◆ Work request ◆
Every line of the data must appear again in the answer, exactly as written.

◆ Dataset extract ◆
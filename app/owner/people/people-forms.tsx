"use client";

import { useActionState } from "react";
import type { FormState } from "@/lib/http/action";
import { Field } from "@/components/ui/field";
import { Notice } from "@/components/ui/notice";
import { Button } from "@/components/ui/button";
import { ROLES, ROLE_LABELS, type Role } from "@/lib/auth/roles";
import { addPersonAction, changeRoleAction, resetPasswordAction, setActiveAction } from "./actions";

const v = (state: FormState, key: string) => {
  const value = state.values?.[key];
  return typeof value === "string" ? value : undefined;
};

function Result({ state }: { state: FormState }) {
  if (!state.message) return null;
  return <Notice tone={state.ok ? "ok" : "bad"}>{state.message}</Notice>;
}

export function AddPersonForm() {
  const [state, action, pending] = useActionState<FormState, FormData>(addPersonAction, {});
  return (
    <form action={action} className="grid gap-4 md:grid-cols-2" noValidate>
      <div className="md:col-span-2">
        <Result state={state} />
      </div>
      <Field label="Name" name="name" defaultValue={v(state, "name")} error={state.fields?.name} autoComplete="off" />
      <Field label="E-mail" name="email" type="email" defaultValue={v(state, "email")} error={state.fields?.email} autoComplete="off" />
      <div className="flex flex-col gap-1">
        <label htmlFor="f-role" className="font-semibold">Role</label>
        <select id="f-role" name="role" defaultValue={v(state, "role") ?? "tech"} className="tap rounded-xl border-2 border-line bg-surface px-3 text-lg">
          {ROLES.map((r) => (
            <option key={r} value={r}>{ROLE_LABELS[r]}</option>
          ))}
        </select>
        {state.fields?.role ? <p className="text-sm font-semibold text-bad">{state.fields.role}</p> : null}
      </div>
      <Field
        label="First password"
        name="password"
        type="text"
        autoComplete="new-password"
        hint="At least 10 characters. Hand it over in person."
        defaultValue={v(state, "password")}
        error={state.fields?.password}
      />
      <div className="md:col-span-2">
        <Button type="submit" disabled={pending}>{pending ? "Adding…" : "Add person"}</Button>
      </div>
    </form>
  );
}

export function PersonControls({ id, name, role, active, isSelf }: { id: string; name: string; role: Role; active: boolean; isSelf: boolean }) {
  const [roleState, roleAction] = useActionState<FormState, FormData>(changeRoleAction, {});
  const [activeState, activeAction] = useActionState<FormState, FormData>(setActiveAction, {});
  const [pwState, pwAction] = useActionState<FormState, FormData>(resetPasswordAction, {});
  return (
    <div className="flex flex-col gap-3">
      <div className="flex flex-wrap items-end gap-3">
        <form action={roleAction} className="flex items-end gap-2">
          <input type="hidden" name="id" value={id} />
          <label className="flex flex-col gap-1 text-sm font-semibold">
            Role
            <select name="role" defaultValue={role} aria-label={`Role of ${name}`} className="tap rounded-xl border-2 border-line bg-surface px-3 text-base">
              {ROLES.map((r) => (
                <option key={r} value={r}>{ROLE_LABELS[r]}</option>
              ))}
            </select>
          </label>
          <Button type="submit" variant="secondary">Change</Button>
        </form>
        {isSelf ? null : (
          <form action={activeAction}>
            <input type="hidden" name="id" value={id} />
            <input type="hidden" name="active" value={active ? "no" : "yes"} />
            <Button type="submit" variant="secondary" className={active ? "text-bad" : ""}>
              {active ? `Switch off ${name.split(" ")[0]}` : `Switch on ${name.split(" ")[0]}`}
            </Button>
          </form>
        )}
        <form action={pwAction} className="flex items-end gap-2">
          <input type="hidden" name="id" value={id} />
          <label className="flex flex-col gap-1 text-sm font-semibold">
            New password
            <input
              name="password"
              type="text"
              autoComplete="new-password"
              defaultValue={v(pwState, "password")}
              aria-invalid={pwState.fields?.password ? true : undefined}
              className="tap w-44 rounded-xl border-2 border-line bg-surface px-3 text-base"
            />
          </label>
          <Button type="submit" variant="secondary">Set</Button>
        </form>
      </div>
      {[roleState, activeState, pwState].map((s, i) =>
        s.message ? (
          <Notice key={i} tone={s.ok ? "ok" : "bad"}>
            {s.fields?.password ? `${s.message} ${s.fields.password}` : s.message}
          </Notice>
        ) : null,
      )}
    </div>
  );
}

◆ Reply ◆
filename app/owner/people/people-forms.tsx
"use client";

import { useActionState } from "react";
import type { FormState } from "@/lib/http/action";
import { Field } from "@/components/ui/field";
import { Notice } from "@/components/ui/notice";
import { Button } from "@/components/ui/button";
import { ROLES, ROLE_LABELS, type Role } from "@/lib/auth/roles";
import { addPersonAction, changeRoleAction, resetPasswordAction, setActiveAction } from "./actions";

const v = (state: FormState, key: string) => {
  const value = state.values?.[key];
  return typeof value === "string" ? value : undefined;
};

function Result({ state }: { state: FormState }) {
  if (!state.message) return null;
  return <Notice tone={state.ok ? "ok" : "bad"}>{state.message}</Notice>;
}

export function AddPersonForm() {
  const [state, action, pending] = useActionState<FormState, FormData>(addPersonAction, {});
  return (
    <form action={action} className="grid gap-4 md:grid-cols-2" noValidate>
      <div className="md:col-span-2">
        <Result state={state} />
      </div>
      <Field label="Name" name="name" defaultValue={v(state, "name")} error={state.fields?.name} autoComplete="off" />
      <Field label="E-mail" name="email" type="email" defaultValue={v(state, "email")} error={state.fields?.email} autoComplete="off" />
      <div className="flex flex-col gap-1">
        <label htmlFor="f-role" className="font-semibold">Role</label>
        <select id="f-role" name="role" defaultValue={v(state, "role") ?? "tech"} className="tap rounded-xl border-2 border-line bg-surface px-3 text-lg">
          {ROLES.map((r) => (
            <option key={r} value={r}>{ROLE_LABELS[r]}</option>
          ))}
        </select>
        {state.fields?.role ? <p className="text-sm font-semibold text-bad">{state.fields.role}</p> : null}
      </div>
      <Field
        label="First password"
        name="password"
        type="text"
        autoComplete="new-password"
        hint="At least 10 characters. Hand it over in person."
        defaultValue={v(state, "password")}
        error={state.fields?.password}
      />
      <div className="md:col-span-2">
        <Button type="submit" disabled={pending}>{pending ? "Adding…" : "Add person"}</Button>
      </div>
    </form>
  );
}

export function PersonControls({ id, name, role, active, isSelf }: { id: string; name: string; role: Role; active: boolean; isSelf: boolean }) {
  const [roleState, roleAction] = useActionState<FormState, FormData>(changeRoleAction, {});
  const [activeState, activeAction] = useActionState<FormState, FormData>(setActiveAction, {});
  const [pwState, pwAction] = useActionState<FormState, FormData>(resetPasswordAction, {});
  return (
    <div className="flex flex-col gap-3">
      <div className="flex flex-wrap items-end gap-3">
        <form action={roleAction} className="flex items-end gap-2">
          <input type="hidden" name="id" value={id} />
          <label className="flex flex-col gap-1 text-sm font-semibold">
            Role
            <select name="role" defaultValue={role} aria-label={`Role of ${name}`} className="tap rounded-xl border-2 border-line bg-surface px-3 text-base">
              {ROLES.map((r) => (
                <option key={r} value={r}>{ROLE_LABELS[r]}</option>
              ))}
            </select>
          </label>
          <Button type="submit" variant="secondary">Change</Button>
        </form>
        {isSelf ? null : (
          <form action={activeAction}>
            <input type="hidden" name="id" value={id} />
            <input type="hidden" name="active" value={active ? "no" : "yes"} />
            <Button type="submit" variant="secondary" className={active ? "text-bad" : ""}>
              {active ? `Switch off ${name.split(" ")[0]}` : `Switch on ${name.split(" ")[0]}`}
            </Button>
          </form>
        )}
        <form action={pwAction} className="flex items-end gap-2">
          <input type="hidden" name="id" value={id} />
          <label className="flex flex-col gap-1 text-sm font-semibold">
            New password
            <input
              name="password"
              type="text"
              autoComplete="new-password"
              defaultValue={v(pwState, "password")}
              aria-invalid={pwState.fields?.password ? true : undefined}
              className="tap w-44 rounded-xl border-2 border-line bg-surface px-3 text-base"
            />
          </label>
          <Button type="submit" variant="secondary">Set</Button>
        </form>
      </div>
      {[roleState, activeState, pwState].map((s, i) =>
        s.message ? (
          <Notice key={i} tone={s.ok ? "ok" : "bad"}>
            {s.fields?.password ? `${s.message} ${s.fields.password}` : s.message}
          </Notice>
        ) : null,
      )}
    </div>
  );
}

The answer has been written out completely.